Content starts

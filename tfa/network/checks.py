"""Element and charge balance of every reaction of a network.

Rule (reactant convention, Alberty 2003, ch. 3-4; :mod:`tfa.thermo.balance`): every element
except H balances exactly; the residuals in H and in charge are equal, so a whole number of H+
is exchanged with the pH buffer (``implicit_protons``, H+ to add on the products side).
Boundary reactions (one side empty: exchanges, demands, sinks) are not checked.

References
----------
[1] R. A. Alberty, Thermodynamics of Biochemical Reactions, Wiley, 2003.
"""

from __future__ import annotations

import math

import cobra
import pandas as pd

from ..errors import InputError, UnbalancedReactionError
from ..thermo.balance import check_balance
from .roles import formula_and_charge

BALANCE_COLUMNS = ("reaction", "equation", "balanced", "implicit_protons", "hydrogen_residual",
                   "charge_residual", "element_residuals", "message")


def is_boundary_reaction(reaction: cobra.Reaction) -> bool:
    """True when one side of the reaction is empty (exchange, demand, sink).

    >>> r = cobra.Reaction("EX_h2"); r.add_metabolites({cobra.Metabolite("h2"): -1})
    >>> is_boundary_reaction(r)
    True
    """
    coefficients = list(reaction.metabolites.values())
    return bool(coefficients) and (all(c < 0 for c in coefficients) or all(c > 0 for c in coefficients))


#: The kinds of reaction, classified once by :func:`classify_reactions`: only internal reactions
#: have a transformed Gibbs energy (and so fall under a policy for reactions without one).
REACTION_KINDS = ("internal", "exchange", "demand", "sink")


def reaction_kind(reaction: cobra.Reaction, demand_id: str | None = None) -> str:
    """The kind of one reaction: "internal", "exchange", "demand" or "sink".

    - "demand": the environment's demand reaction (``demand_id``), whatever its shape (a lumped
      biomass reaction has products too), or a one-sided reaction of several compounds that can
      only drain them;
    - "exchange": a one-sided reaction of one compound (feed, outlet, free water or H+);
    - "sink": a one-sided reaction of several compounds that can also supply them;
    - "internal": everything else (compounds on both sides), the reactions with a transformed
      Gibbs energy.

    >>> r = cobra.Reaction("DM_x", lower_bound=0.01); r.add_metabolites({cobra.Metabolite("a"): -1,
    ...                                                                 cobra.Metabolite("b"): -2})
    >>> reaction_kind(r), reaction_kind(r, demand_id="DM_x")
    ('demand', 'demand')
    >>> r.lower_bound = -1; reaction_kind(r)
    'sink'
    """
    if demand_id is not None and reaction.id == demand_id:
        return "demand"
    if not is_boundary_reaction(reaction):
        return "internal"
    coefficients = list(reaction.metabolites.values())
    if len(coefficients) == 1:
        return "exchange"
    consumes = coefficients[0] < 0
    drains_only = reaction.lower_bound >= 0 if consumes else reaction.upper_bound <= 0
    return "demand" if drains_only else "sink"


def classify_reactions(model: cobra.Model, demand_id: str | None = None) -> dict[str, str]:
    """Reaction id -> kind (:func:`reaction_kind`) for every reaction of ``model``, in model order."""
    return {r.id: reaction_kind(r, demand_id) for r in model.reactions}
def balance_problem(reaction: cobra.Reaction) -> str:
    """What is off in the balance of a reaction ("" when it balances, is a boundary reaction,
    or a compound has no formula to check it with).

    >>> r = cobra.Reaction("R"); r.add_metabolites({cobra.Metabolite("a", formula="CO2", charge=0): -1,
    ...                                              cobra.Metabolite("b", formula="CHO2", charge=-1): 1})
    >>> print(balance_problem(r))   # CO2 -> formate is short of H2 (formate dehydrogenase)
    charge is off by -2 beyond what H+ exchange explains (charge residual -1, H residual +1): the products carry 2 more electrons than the reactants; add 1 H2 to the reactants (or a carrier's reduced form there)
    """
    if is_boundary_reaction(reaction):
        return ""
    try:
        formulas = {m.id: formula_and_charge(m) for m in reaction.metabolites}
    except InputError:
        return ""
    report = check_balance({m.id: c for m, c in reaction.metabolites.items()}, formulas)
    return "" if report.ok else report.message


def balance_report(model: cobra.Model, include_boundary: bool = False) -> pd.DataFrame:
    """One row per reaction: is it balanced, how many H+ are implicit, what is off.

    Parameters
    ----------
    model : cobra.Model
        Metabolites need ``formula`` and ``charge``; a compound without them makes its reactions
        ``balanced = False`` with a message saying which formula is missing.
    include_boundary : bool
        Also list boundary reactions (``balanced`` is then NaN for them: nothing to check).

    Returns
    -------
    pandas.DataFrame
        Columns :data:`BALANCE_COLUMNS`; ``implicit_protons`` is NaN when not balanced;
        ``element_residuals`` is text such as ``"C:+1, O:+2"`` (products minus reactants).

    Examples
    --------
    Formate dehydrogenase (EC 1.17.1.9), CO2 + NADH -> formate + NAD+, balances exactly with the
    reference species of Alberty (2003); without NADH it is short of two electrons:

    >>> m = cobra.Model("fdh")
    >>> mets = {i: cobra.Metabolite(i, formula=f, charge=z, compartment="c") for i, f, z in
    ...         [("co2", "CO2", 0), ("nadh", "C21H27N7O14P2", -2), ("nad", "C21H26N7O14P2", -1),
    ...          ("for", "CHO2", -1)]}
    >>> good, bad = cobra.Reaction("FDH"), cobra.Reaction("BAD")
    >>> m.add_reactions([good, bad])
    >>> good.add_metabolites({mets["co2"]: -1, mets["nadh"]: -1, mets["for"]: 1, mets["nad"]: 1})
    >>> bad.add_metabolites({mets["co2"]: -1, mets["for"]: 1})
    >>> balance_report(m)[["reaction", "balanced"]].values.tolist()
    [['FDH', True], ['BAD', False]]
    """
    rows = []
    for reaction in model.reactions:
        equation = reaction.build_reaction_string()
        if is_boundary_reaction(reaction):
            if include_boundary:
                rows.append({"reaction": reaction.id, "equation": equation, "balanced": math.nan,
                             "implicit_protons": math.nan, "hydrogen_residual": math.nan,
                             "charge_residual": math.nan, "element_residuals": "",
                             "message": "boundary reaction (not checked)"})
            continue
        try:
            formulas = {m.id: formula_and_charge(m) for m in reaction.metabolites}
        except InputError as exc:
            rows.append({"reaction": reaction.id, "equation": equation, "balanced": False,
                         "implicit_protons": math.nan, "hydrogen_residual": math.nan,
                         "charge_residual": math.nan, "element_residuals": "", "message": str(exc)})
            continue
        report = check_balance({m.id: c for m, c in reaction.metabolites.items()}, formulas)
        rows.append({
            "reaction": reaction.id,
            "equation": equation,
            "balanced": report.ok,
            "implicit_protons": report.implicit_protons if report.ok else math.nan,
            "hydrogen_residual": report.hydrogen_residual,
            "charge_residual": report.charge_residual,
            "element_residuals": ", ".join(f"{e}:{v:+g}" for e, v in sorted(report.element_residuals.items())),
            "message": report.message,
        })
    return pd.DataFrame(rows, columns=list(BALANCE_COLUMNS))


def require_balanced_network(model: cobra.Model, where: str = "") -> None:
    """Raise :class:`~tfa.errors.UnbalancedReactionError` listing every unbalanced reaction.

    Parameters
    ----------
    where : str
        Where the model came from (file name), for the message.
    """
    frame = balance_report(model)
    bad = frame[frame["balanced"] != True]  # noqa: E712 - NaN-safe comparison
    if bad.empty:
        return
    prefix = f"{where}: " if where else ""
    lines = [f"  {row.reaction} ({row.equation}): {row.message}" for row in bad.itertuples()]
    raise UnbalancedReactionError(
        f"{prefix}{len(bad)} reaction(s) do not balance:\n" + "\n".join(lines)
        + "\nFix the coefficients, add the missing compound (H2O, H+, a carrier) or correct the "
        "formula and charge of a compound"
    )
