"""Roles a network's compounds play, declared or inferred from what they are, and the roles a
mode needs that a network lacks.

A role declared in the ``role`` column of a compounds table (``notes['role']``) is kept. A
compound without one gets the role its ``thermo_key`` (written by hand or matched through its
annotations, :mod:`tfa.network.identifiers`) names when that is unambiguous:

- water ``H2O``, proton ``H+``, ``H2``, ``phosphate``, ``pyrophosphate``, ``ATP``, ``ADP``,
  ``AMP`` (one compound each);
- carrier pairs: NAD+/NADH (``NAD``, 2 electrons), NADP+/NADPH (``NADP``, 2) and the carriers
  of ``tfa/data/potentials.csv`` (ferredoxin and the others, by their couple), both forms
  present and differing by the stated electrons (:func:`tfa.network.roles.carrier_pairs`);
- CO2 (``CO2``, ``CO2tot``, ``CO2(g)``) is reported, not written: it is no role of the
  compounds table.

With several compartments, the compound of the inner one (``c``, else the compartment with
most compounds) takes the role; two candidates in that compartment leave the role open.
"""

from __future__ import annotations

import re
from dataclasses import dataclass, field

import cobra

from ..errors import InputError
from .roles import CarrierRole, SIMPLE_ROLES, carrier_pairs, metabolite_role

#: Compound ids of the thermodynamic data -> the simple role they play.
KEY_ROLES = {"H2O": "water", "H+": "proton", "H2": "h2", "H2(g)": "h2", "phosphate": "phosphate",
             "pyrophosphate": "pyrophosphate", "ATP": "atp", "ADP": "adp", "AMP": "amp"}
#: Compound ids -> (state, pair, electrons) of the two nicotinamide carriers.
KEY_CARRIERS = {"NAD": ("ox", "NAD", 2), "NADH": ("red", "NAD", 2),
                "NADP": ("ox", "NADP", 2), "NADPH": ("red", "NADP", 2)}
#: Compound ids of CO2 (reported as the role ``co2``).
CO2_KEYS = ("CO2", "CO2tot", "CO2(g)")
#: Every role the role table lists, in order ("carriers": at least one carrier pair).
LISTED_ROLES = ("water", "proton", "h2", "co2", "phosphate", "pyrophosphate", "atp", "adp", "amp",
                "carriers")
#: What a mode's need is called in words.
NEED_WORDS = {"h2": "H2", "atp": "ATP", "carriers": "electron-carrier pair",
              "water": "water", "phosphate": "phosphate"}


@dataclass(frozen=True)
class RoleEntry:
    """A role and the compounds that play it, with how that was decided."""

    role: str
    compounds: tuple[str, ...]
    how: str


@dataclass
class RoleReport:
    """Roles found in a network, declared or inferred; ``open`` says why a role stayed open."""

    entries: list[RoleEntry] = field(default_factory=list)
    open: dict[str, str] = field(default_factory=dict)

    def rows(self, needed_by: dict[str, list[str]] | None = None) -> list[dict[str, str]]:
        """One row per listed role: ``role``, ``compounds``, ``how`` (or why it is missing) and
        the modes that need it (``needed_by``: role -> mode ids)."""
        out = []
        by_role = {}
        for entry in self.entries:
            by_role.setdefault(entry.role, []).append(entry)
        for role in LISTED_ROLES:
            entries = by_role.get(role, [])
            out.append({"role": role,
                        "compounds": ", ".join(c for e in entries for c in e.compounds) or "none",
                        "how": "; ".join(dict.fromkeys(e.how for e in entries))
                        or self.open.get(role, "missing"),
                        "needed_by": ", ".join((needed_by or {}).get(role, []))})
        return out


def inner_compartment(model: cobra.Model) -> str:
    """The compartment whose compounds take the roles: the only one, ``c``, else the fullest."""
    counts: dict[str, int] = {}
    for met in model.metabolites:
        counts[met.compartment or ""] = counts.get(met.compartment or "", 0) + 1
    if len(counts) <= 1 or "c" not in counts:
        return max(counts, key=counts.get) if counts else ""
    return "c"


def _candidates(model: cobra.Model, keys: dict[str, object],
                database) -> dict[object, list[cobra.Metabolite]]:
    """What each key names -> the metabolites without a declared role whose thermo key (any of
    the compound's names) is it."""
    inner = inner_compartment(model)
    found: dict[object, list[cobra.Metabolite]] = {}
    for met in model.metabolites:
        if metabolite_role(met) is not None:
            continue
        key = canonical_key(met, database)
        if key in keys and (met.compartment or "") == inner:
            found.setdefault(keys[key], []).append(met)
    return found


def canonical_key(met: cobra.Metabolite, database) -> str:
    """The compound id of the data that the metabolite's ``thermo_key`` names ("" when none)."""
    key = str((met.notes or {}).get("thermo_key") or "").strip()
    if not key:
        return ""
    try:
        return database.compound(key).id
    except InputError:
        return key


def carrier_keys(database) -> dict[str, tuple[str, str, int]]:
    """Compound id -> (state, pair, electrons) of every carrier the data know."""
    out = dict(KEY_CARRIERS)
    for compound in database.registry:
        couple = compound.couple
        if couple is not None and compound.role in ("oxidised", "reduced"):
            out[compound.id] = ("ox" if compound.role == "oxidised" else "red", couple.id,
                                int(couple.n_electrons))
    return out


def infer_roles(model: cobra.Model, database) -> RoleReport:
    """Write the roles that the thermo keys name unambiguously (see the module text) into
    ``notes['role']`` (with ``notes['role_inferred']``) and report every role found."""
    report = RoleReport()
    declared = {metabolite_role(m) for m in model.metabolites}
    declared_pairs = {r.pair for r in declared if isinstance(r, CarrierRole)}
    for role, mets in _candidates(model, KEY_ROLES, database).items():
        if role in declared:
            continue
        if len(mets) > 1:
            report.open[role] = f"not inferred: {', '.join(m.id for m in mets)} all qualify"
            continue
        _write(mets[0], role, f"thermo key {canonical_key(mets[0], database)}")
    pairs: dict[str, dict[str, list[cobra.Metabolite]]] = {}
    for (state, pair, electrons), mets in _candidates(model, carrier_keys(database), database).items():
        if pair not in declared_pairs:
            pairs.setdefault(pair, {})[f"{state}:{pair}:{electrons}"] = mets
    for pair, forms in pairs.items():
        if len(forms) != 2 or any(len(m) != 1 for m in forms.values()):
            continue
        written = [(mets[0], text) for text, mets in forms.items()]
        for met, text in written:
            _write(met, text, f"thermo key {canonical_key(met, database)}")
        try:
            carrier_pairs(model)
        except InputError as err:
            for met, _ in written:
                _unwrite(met)
            report.open["carriers"] = f"pair {pair} not inferred ({err})"
    for met in model.metabolites:
        role = metabolite_role(met)
        inferred = str((met.notes or {}).get("role_inferred") or "")
        if isinstance(role, CarrierRole):
            report.entries.append(RoleEntry(
                "carriers", (f"{met.id} ({role.state}:{role.pair}:{role.electrons})",),
                "inferred from thermo keys" if inferred.startswith("thermo key") else
                f"inferred from {inferred}" if inferred else "declared"))
        elif role in SIMPLE_ROLES:
            report.entries.append(RoleEntry(role, (met.id,),
                                            f"inferred from {inferred}" if inferred else "declared"))
    co2 = [m.id for m in model.metabolites if canonical_key(m, database) in CO2_KEYS]
    if co2:
        report.entries.append(RoleEntry("co2", tuple(co2), "from thermo key"))
    return report


def _write(met: cobra.Metabolite, role: str, why: str) -> None:
    met.notes = {**(met.notes or {}), "role": role, "role_inferred": why}


def _unwrite(met: cobra.Metabolite) -> None:
    met.notes = {k: v for k, v in (met.notes or {}).items() if k not in ("role", "role_inferred")}


def name_h2(model: cobra.Model, metabolite_id: str) -> None:
    """Give the role ``h2`` to the compound named on the command line (``--h2 ID``).

    Raises
    ------
    InputError
        An id that is no compound of the network, or another compound declared H2.
    """
    import difflib

    if metabolite_id not in model.metabolites:
        close = difflib.get_close_matches(metabolite_id, [m.id for m in model.metabolites], n=3)
        hint = f"did you mean {', '.join(repr(c) for c in close)}?" if close else \
            "give a compound id of the network"
        raise InputError(f"--h2 {metabolite_id}: not a compound of network {model.id}; {hint}")
    for met in model.metabolites:
        if met.id != metabolite_id and metabolite_role(met) == "h2":
            if (met.notes or {}).get("role_inferred"):
                _unwrite(met)
            else:
                raise InputError(f"--h2 {metabolite_id}: compound {met.id} is declared H2 (role "
                                 "h2) already; leave --h2 out or remove that role")
    _write(model.metabolites.get_by_id(metabolite_id), "h2", "--h2")


def missing_needs(model: cobra.Model, needs: tuple[str, ...]) -> list[str]:
    """The needs of a mode (:attr:`tfa.modes.Mode.needs`) that the network does not meet."""
    roles = {metabolite_role(m) for m in model.metabolites}
    have = {r for r in roles if isinstance(r, str)}
    if any(isinstance(r, CarrierRole) for r in roles):
        have.add("carriers")
    missing = []
    for n in needs:
        if n.startswith("currency:"):
            from .currency_rewrites import missing_currency

            lack = missing_currency(model, n.split(":", 1)[1])
            if lack:
                missing.append(lack)
        elif n not in have:
            missing.append(n)
    return missing


def not_applicable_reason(missing: list[str]) -> str:
    """Words for the needs a network lacks ("" when none).

    >>> not_applicable_reason(["atp"])
    'no ATP in this network'
    >>> not_applicable_reason(["h2", "carriers"])
    'no H2 and no electron-carrier pair in this network; name the H2 compound with --h2 ID'
    """
    if not missing:
        return ""
    text = " and ".join(f"no {NEED_WORDS.get(n, n)}" for n in missing) + " in this network"
    if "h2" in missing:
        text += "; name the H2 compound with --h2 ID"
    return text


def check_roles(model: cobra.Model) -> None:
    """The roles as the modes will use them: readable, one compound per simple role, carrier
    pairs complete and consistent (:func:`tfa.network.roles.carrier_pairs`).

    Raises
    ------
    InputError
        Naming the file and line of the compound at fault (when the model keeps its files).
    """
    from .locations import located
    from .roles import parse_role

    holders: dict[str, list[str]] = {}
    pairs: dict[str, list[str]] = {}
    for met in model.metabolites:
        try:
            role = parse_role((met.notes or {}).get("role"), where=f"compound '{met.id}'")
        except InputError as err:
            raise InputError(located(model, "compound", met.id, str(err))) from err
        if isinstance(role, CarrierRole):
            pairs.setdefault(role.pair, []).append(met.id)
        elif role is not None:
            holders.setdefault(role, []).append(met.id)
    for role, ids in holders.items():
        if len(ids) > 1:
            raise InputError(located(model, "compound", ids[1], (
                f"compounds {', '.join(ids)} all have role '{role}'; give the role to one compound "
                "only")))
    try:
        carrier_pairs(model)
    except InputError as err:
        text = str(err)
        ids = next((ids for pair, ids in pairs.items() if f"'{pair}'" in text), [])
        named = sorted((m.start(), i) for i in ids for m in [re.search(rf"\b{re.escape(i)}\b", text)] if m)
        culprit = named[0][1] if named else (ids[0] if ids else None)
        raise InputError(located(model, "compound", culprit, text) if culprit else text) from err
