References
----------
[1] JCGM 100:2008 (GUM), section 5.2: propagation of correlated uncertainties, Cov = N C Nᵀ.
[2] C. S. Henry, L. J. Broadbelt, V. Hatzimanikatis, Biophys. J. 92 (2007) 1792-1805.
[3] E. Noor, H. S. Haraldsdóttir, R. Milo, R. M. T. Fleming, PLoS Comput. Biol. 9 (2013)
    e1003098 (component contribution: group-parameter covariance carried to reactions).
[4] R. Penrose, Proc. Cambridge Philos. Soc. 51 (1955) 406-413 (the pseudo-inverse).
"""

from __future__ import annotations

import logging
import math
from dataclasses import dataclass, field
from typing import Mapping, Sequence

import numpy as np
import pandas as pd

from ..errors import InputError
from ..util.keyed_random import keyed_normals
from .thermo_model import ThermoModel

log = logging.getLogger(__name__)

#: Relative tolerance below which a stated σ² and the compounds' variance are the same.
VARIANCE_TOLERANCE = 1e-6


@dataclass
class CompoundSpace:
    """The factor F of the compounds' ΔfG'° (kJ/mol): compounds × sources.

    Attributes
    ----------
    keys : compound keys, rows of ``factor`` (as in ``ReactionEnergy.compound_terms``)
    factor : ndarray, keys × sources, kJ/mol per unit normal
    source_names : name of each column (the key of its keyed normal number)
    source_labels : plain words for each column (what a reader is told carries a change)
    """

    keys: list[str]
    factor: np.ndarray
    source_names: list[str]
    source_labels: list[str] = field(default_factory=list)

    @property
    def sigma(self) -> np.ndarray:
        """σ of each compound's ΔfG'°, kJ/mol: σ_k = (Σ_s F_ks²)^½, the sources being independent
        standard normal numbers (JCGM 100:2008, GUM, eq. 10).

        >>> CompoundSpace(["A", "B"], np.array([[3.0, 4.0], [0.0, 2.0]]), ["s1", "s2"]).sigma.tolist()
        [5.0, 2.0]
        """
        return np.sqrt(np.sum(self.factor ** 2, axis=1))

    def covariance(self) -> np.ndarray:
        """F Fᵀ, kJ²/mol²."""
        return self.factor @ self.factor.T


class _Builder:
    def __init__(self) -> None:
        self.keys: list[str] = []
        self.key_index: dict[str, int] = {}
        self.sources: dict[str, int] = {}
        self.labels: list[str] = []
        self.entries: list[tuple[int, int, float]] = []

    def key(self, key: str) -> int:
        if key not in self.key_index:
            self.key_index[key] = len(self.keys)
            self.keys.append(key)
        return self.key_index[key]

    def add(self, key: str, source: str, label: str, loading: float) -> None:
        if loading == 0.0 or not math.isfinite(loading):
            return
        if source not in self.sources:
            self.sources[source] = len(self.labels)
            self.labels.append(label)
        self.entries.append((self.key(key), self.sources[source], float(loading)))

    def build(self) -> CompoundSpace:
        factor = np.zeros((len(self.keys), len(self.labels)))
        for i, s, value in self.entries:
            factor[i, s] += value
        return CompoundSpace(list(self.keys), factor, list(self.sources), list(self.labels))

Content ends

• Work order
Reproduce word for word the material above, starting with the line that has "is missing) and" and stopping after the line that has "for entry in".

• Exercise solution
        """One row per listed role: ``role``, ``compounds``, ``how`` (or why it is missing) and
        the modes that need it (``needed_by``: role -> mode ids)."""
        out = []
        by_role = {}
        for entry in self.entries:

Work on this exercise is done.